14      In the terms of Article 7:645 of the BW:

‘There may be no derogation to the detriment of the employee from the provisions of Articles 634 to 643 inclusive, unless those articles permit such derogation.’

 The main proceedings and the question referred for a preliminary ruling

15      In regard to the above legal rules, an information brochure published by the Netherlands Ministry of Social Affairs and Employment and entitled ‘Nieuwe vakantiewetgeving: Meer ruimte voor maatwerk’ (New legislation on leave. Greater scope for made-to-measure work) of February 2001 (hereinafter ‘the brochure’) explains as follows:

‘The basis of the legislation on leave remains the same: every employee is entitled to paid leave. The minimum statutory number of leave days per year is four times the number of working days per week. ...

There can always be more leave, but never less!

...

3.      Saving up leave days

Can an employee save up his holidays for a couple of years so that he can undertake an extended world tour?

Yes, that is certainly possible. Holidays can be saved up over a long period before they expire. ...

4.      Redemption of leave days

The house urgently needs repairs. Can an employee obtain cash in exchange for the leave days which he has saved up?

Yes, but … Extra leave days may be redeemed in the future. These are leave days above the mandatory minimum number of days per year or days which have been saved up over the course of previous years.

Example: an employee who has been working on a full-time basis has 50 leave days saved up and wishes to sell them to his employer. He has not yet taken any holidays in that year. In those circumstances, he will be able to sell a maximum of 30 days (50 to 20, the latter figure being the statutory minimum).’

16      During the deliberations in Parliament concerning Article 7:640 of the BW, the Netherlands Government essentially argued as follows: the minimum leave entitlement consists of the number of days to which an employee is, in all cases, entitled in a particular year, setting aside the days which exceed the minimum in that year and any days which have been saved up over the course of previous years. All days saved up over previous years are capable of being redeemed as leave days, regardless of their origin. It is thus irrelevant whether those days have been saved up from leave which exceeded the statutory minimum for a previous year or from the minimum leave for a previous year. In the case where an employee has not made use (in full or in part) of the minimum leave entitlement, for whatever reason, that entitlement will not count as minimum entitlement in a following year. A following year will have its own separate minimum entitlement. Financial compensation may be provided in respect of that unused entitlement from a previous year.

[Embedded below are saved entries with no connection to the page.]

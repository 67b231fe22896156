/**
 * Dark-matter haloes: Sheth & Tormen mass function and bias, and abundance matching.
 *
 * Peak height convention: nu = delta_c / sigma(M, z) (NOT its square, which is what Sheth &
 * Tormen 1999 call nu), delta_c = 1.686 (Press & Schechter 1974; common practice), sigma from the
 * linear power spectrum (src/uncertainty/power-spectrum.ts) with the top-hat window of the
 * comoving radius enclosing M at the mean matter density.
 *
 * Multiplicity (Sheth & Tormen 1999, MNRAS 308, 119, eq. 10, rewritten for nu = delta_c/sigma):
 *     f(nu) = A sqrt(2a/pi) [1 + (a nu^2)^-p] exp(-a nu^2 / 2),   A = 0.3222, a = 0.707, p = 0.3,
 * the fraction of mass in haloes per unit nu (∫_0^∞ f dnu = 1 to 1e-4 with the rounded A).
 * Mass function: dn/dln M = (rho_m0 / M) f(nu) nu |d ln sigma / d ln M|   [comoving Mpc^-3].
 * Bias (Sheth, Mo & Tormen 2001, MNRAS 323, 1, eq. 8 with their c = 0; the peak-background split
 * of the same f, Sheth & Tormen 1999 eq. 12 with their nu = our nu^2):
 *     b(nu) = 1 + (a nu^2 - 1) / delta_c + 2p / (delta_c (1 + (a nu^2)^p)).
 *
 * Abundance matching (Trenti & Stiavelli 2008, ApJ 676, 767): galaxies of comoving density n_g
 * live in the most massive haloes, a fraction `occupation` of haloes above M_min hosting one:
 * n(> M_min) = n_g / occupation; the galaxies' bias is the abundance-weighted mean halo bias above
 * M_min. M_min is searched between 1e6 Msun (below the atomic-cooling scale, where the fit is
 * untested) and 1e16 Msun (above the most massive clusters known).
 *
 * Numerics: ln sigma(M, z=0) is tabulated on a uniform grid in ln M (1e3 .. 1e19 Msun, step 0.5)
 * and interpolated with a natural cubic spline, whose derivative gives d ln sigma / d ln M
 * (relative error < 1e-5 against finite differences of the direct integral); this table is made
 * once per cosmology (createLinearPower returns the same spectrum for the same parameters).
 *
 * n(>M) and the bias-weighted integral, for masses from 1e3 to 1e16 Msun: per growth factor D(z)
 * (kept for the last 64 redshifts of a cosmology), the cumulative integrals from each knot of the
 * spline up to the top of the table, summed from the top down (so that the small abundances of
 * massive haloes keep their relative accuracy) and made lazily down to the lowest mass asked for.
 * Between two knots the integrand is analytic, and it is integrated by 8-point Gauss-Legendre
 * panels no wider than 1.5 / lambda, lambda = 1 + a nu^2 |d ln sigma / d ln M| being its
 * logarithmic steepness (relative error below 1e-13 per knot interval against adaptive
 * quadrature). The top is where an interval above 1e16 Msun adds less than 1e-17 of what lies
 * above 1e16 Msun. n(>M) at any M is the cumulative at the next knot plus the piece up to it.
 * Abundance matching brackets the mass between two knots from the cumulative table and solves
 * within the interval by Newton's method on ln n(>M) (the derivative is -dn/dln M / n), each step
 * integrating only the piece from the iterate to the knot; it stops below 1e-12 in ln M.
 * Masses outside 1e3 .. 1e16 Msun use 8-point Gauss-Legendre panels of width 0.25 in ln M from M
 * upwards, stopping once a panel adds less than 1e-13 of the running total. matcherAt's sums take
 * ln sigma(M, 0) at their nodes from a table made once, so that (a nu^2)^-p and e^(-a nu^2 / 2)
 * cost two exponentials per node, and leave out the nodes where e^(-a nu^2 / 2) underflows to 0.
 */
import type { LinearPower } from './power-spectrum.js';
import {
  brentRoot,
  gaussLegendre,
  splineDerivative,
  splineEval,
  uniformSpline,
  type UniformSpline,
} from './quadrature.js';
import { powerKey, storedLnSigmaM } from './stored-tables.js';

17      It was acknowledged during those deliberations in Parliament that a possibility of redeeming leave days risked encouraging employees not to take leave days in the knowledge that such days not used up in the course of one year of service might be eligible for redemption in later years. It was stated in this regard that personal responsibility had to be left to employers and employees and that it might be expected that those concerned would, in such a case, act in a responsible manner. Attention was in this connection drawn to the fact that an employer was obliged, under Article 7:638(1) of the BW, to enable his employee each year to take at least the minimum amount of leave. The employee may require that his employer grant him such minimum leave.

18      A proposal was put forward to adapt Article 7:640(2) of the BW in such a way that, of the total number of leave days saved up, that portion which arose because less leave than the statutory minimum was taken in preceding years could not be redeemed. That proposal was rejected in the course of those Parliamentary debates.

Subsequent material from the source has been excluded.